Alcoa Inc. this week unofficially began the U.S. earnings season, recording quarterly profit that exceeded analysts’ estimates. Earnings for members of the S&P 500 probably climbed 1 percent in the first quarter, analysts now forecast, after anticipating a 6.6 percent increase in January.
Australian government bonds followed gains in U.S. Treasuries, with yields falling four basis points, or 0.04 percentage point, to 4.02 percent, set for a one-month low. Ten-year Treasury yields were little changed today at 2.65 percent after retreating four basis points in New York to the lowest close since March 13.
Nickel for three-month delivery on the London Metal Exchange added 0.5 percent to $17,170 a metric ton amid concern global demand for the metal will exceed supply after Indonesia, the world’s biggest nickel supplier, barred unprocessed-ore exports. Copper lost 0.3 percent while aluminum dropped 0.4 percent.

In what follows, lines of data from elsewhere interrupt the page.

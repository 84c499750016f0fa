// Flags in the sift report, in headless Chromium: a generated landscape whose truth is known (src/demo/landscape.ts)
// with two planted flat minima (a packing and two copies with the molecule turned by 1.5 degrees in the same cell,
// at the same energy) and two copies whose energies are 2-5 kJ/mol off, sifted with the auto tolerance. The run line,
// the flags table, the table filter and the structure panel show exactly the flagged structures of landscape.json,
// and those are the planted ones; the histogram shades the gap auto chose. (The demo search has no flat minimum since
// issue 14's search, so these checks, which issue 10 made on the demo's report, run here on planted data.)
import { afterAll, beforeAll, describe, expect, it } from 'vitest';
import { mkdirSync, mkdtempSync, writeFileSync } from 'node:fs';
import { tmpdir } from 'node:os';
import { join } from 'node:path';
import type { Browser } from 'playwright-core';
import { generateLandscape, type GeneratedLandscape } from '../src/demo/landscape.js';
import { sift } from '../src/landscape/sift.js';
import { renderSiftReport } from '../src/report/sift-report.js';
import { FLAG_CODES } from '../src/landscape/flags.js';
import type { Landscape } from '../src/landscape/schema.js';
import { launchChromium, openFile, toleranceBands, type PageWatch } from './helpers/browser.js';

const SCREENS = join(process.cwd(), 'reports', 'test-screens');

describe('flags in the sift report', () => {
  let browser: Browser;
  let w: PageWatch;
  let g: GeneratedLandscape;
  let land: Landscape;

  beforeAll(async () => {
    // Seed 51 leaves both planted triples as three kept structures each (checked in test/sift-flags.test.ts too).
    g = generateLandscape({
      seed: 51, packings: 12, copiesPerPacking: 4, closePairs: 3, closeTurnDeg: 2, flatTriples: 2, flatTurnDeg: 1.5,
      energyFaults: 2, energyNoiseKjPerMol: 0.002, noiseAngstrom: 0.002, squeezeMoves: 200,
    });
    const dir = mkdtempSync(join(tmpdir(), 'polysift-report-flags-'));
    writeFileSync(join(dir, 'run.cif'), g.cif);
    writeFileSync(join(dir, 'energies.csv'), g.energiesCsv);
    const [run, launched] = await Promise.all([
      sift({ inputs: [join(dir, 'run.cif')], energiesFile: join(dir, 'energies.csv'), threads: 2, cacheDir: null }),
      launchChromium(),
    ]);
    land = run.landscape;
    browser = launched;
    writeFileSync(join(dir, 'report.html'), renderSiftReport(land, { title: 'Planted flags' }));
    w = await openFile(browser, join(dir, 'report.html'));
  }, 600_000);

  afterAll(async () => {
    await browser?.close();
  });

  it('landscape.json flags the planted structures and no others', () => {
    const flat = land.structures.filter((r) => r.flags.includes(FLAG_CODES.flatMinimum));
    const plantedFlat = new Set(g.flatGroups.flat());
    expect(flat).toHaveLength(6);
    for (const r of flat) expect(plantedFlat.has(g.truth[r.index]!)).toBe(true);
    const mismatch = land.structures.filter((r) => r.flags.includes(FLAG_CODES.energyMismatch)).map((r) => r.index);
    expect(mismatch.sort((a, b) => a - b)).toEqual(g.energyFaults.map(([i]) => i).sort((a, b) => a - b));
    expect(land.flagCounts).toEqual({ otherChemistryPairs: 0, otherChemistry: 0, energyMismatch: 2, flatMinimumPairs: 6, flatMinimum: 6 });
  });

  it('counts the flags in the run line and the summary table', async () => {
    expect(w.consoleErrors).toEqual([]);
    expect(w.pageErrors).toEqual([]);
    expect(await w.page.textContent('#run-line')).toContain('flagged: 2 energy mismatch, 6 flat minimum');
    const rows = await w.page.$$eval('#flags-table tbody tr', (r) => r.map((x) => [x.querySelector('th')!.textContent, x.querySelector('td')!.textContent]));
    expect(rows).toEqual([['other-chemistry', '0'], ['energy-mismatch', '2'], ['flat-minimum', '6 (6 pairs)']]);
  });

  it('lists the flat minima when the table is filtered by the flag, and the panel names the partners', async () => {
    const flat = land.structures.filter((r) => r.flags.includes(FLAG_CODES.flatMinimum));
    await w.page.fill('#table-filter', 'flat-minimum');
    await w.page.waitForFunction((n) => document.querySelectorAll('#kept-table tbody tr').length === n, flat.length, { timeout: 15_000 });
    const ids = await w.page.locator('#kept-table tbody tr td:first-child').allTextContents();
    expect(ids.sort()).toEqual(flat.map((r) => r.id).sort());
    await w.page.evaluate((i) => (window as unknown as { polysiftReport: { select: (i: number) => void } }).polysiftReport.select(i), flat[0]!.index);
    await w.page.waitForFunction((want) => document.getElementById('panel-id')?.textContent === want, flat[0]!.id, { timeout: 15_000 });
    const facts = (await w.page.textContent('#panel-facts'))!;
    expect(facts).toContain('flat-minimum with');
    expect(flat[0]!.flatPartners.length).toBeGreaterThan(0);
    for (const partner of flat[0]!.flatPartners) expect(facts).toContain(partner);
    await w.page.fill('#table-filter', '');
  });

  it('shows a copy with a faulty energy among its kept structure\'s members, with its offset', async () => {
    const [fault] = g.energyFaults[0]!;
    const row = land.structures[fault]!;
    const owner = row.status === 'duplicate' ? row.keptIndex! : land.structures.find((r) => r.status === 'duplicate' && r.keptIndex === fault)!.keptIndex!;
    await w.page.evaluate((i) => (window as unknown as { polysiftReport: { select: (i: number) => void } }).polysiftReport.select(i), owner);
    await w.page.waitForFunction((want) => document.getElementById('panel-id')?.textContent === want, land.structures[owner]!.id, { timeout: 15_000 });
    const text = row.status === 'duplicate'
      ? (await w.page.locator('#members-table tbody tr', { hasText: row.id }).textContent())!
      : (await w.page.textContent('#panel-facts'))!;
    expect(text).toContain('energy-mismatch');
    // the members table gives the offset to 2 decimals, the panel's facts to 3
    expect(text).toContain(row.energyOffset!.toFixed(row.status === 'duplicate' ? 2 : 3));
    mkdirSync(SCREENS, { recursive: true });
    await (await w.page.$('.ps-row-table'))!.screenshot({ path: join(SCREENS, 'flags-panel.png') });
  });

  it('shades the gap the auto tolerance found on the nearest-neighbour histogram', async () => {
    const tc = land.toleranceChoice!;
    expect(land.parameters.toleranceMode).toBe('auto');
    expect(tc.clear).toBe(true);
    expect(await w.page.textContent('#nn-note')).toMatch(/Auto tolerance: the shaded band is the gap found between/);
    const band = await toleranceBands(w.page);
    expect(band).toHaveLength(1);
    expect(band[0]![0]).toBeCloseTo(Math.log10(tc.gapLowAngstrom!), 9);
    expect(band[0]![1]).toBeCloseTo(Math.log10(tc.gapHighAngstrom!), 9);
  });
});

Gold was little changed at $1,319.17 an ounce following a 0.6 percent advance yesterday. The precious metal is headed for a 1.2 percent gain this week, a second weekly climb. Palladium slid 0.4 percent and silver declined 0.1 percent.
West Texas Intermediate crude dropped 0.2 percent to $103.25 a barrel after falling 0.2 percent yesterday. WTI is up 2.1 percent this week. Brent lost 0.1 percent today.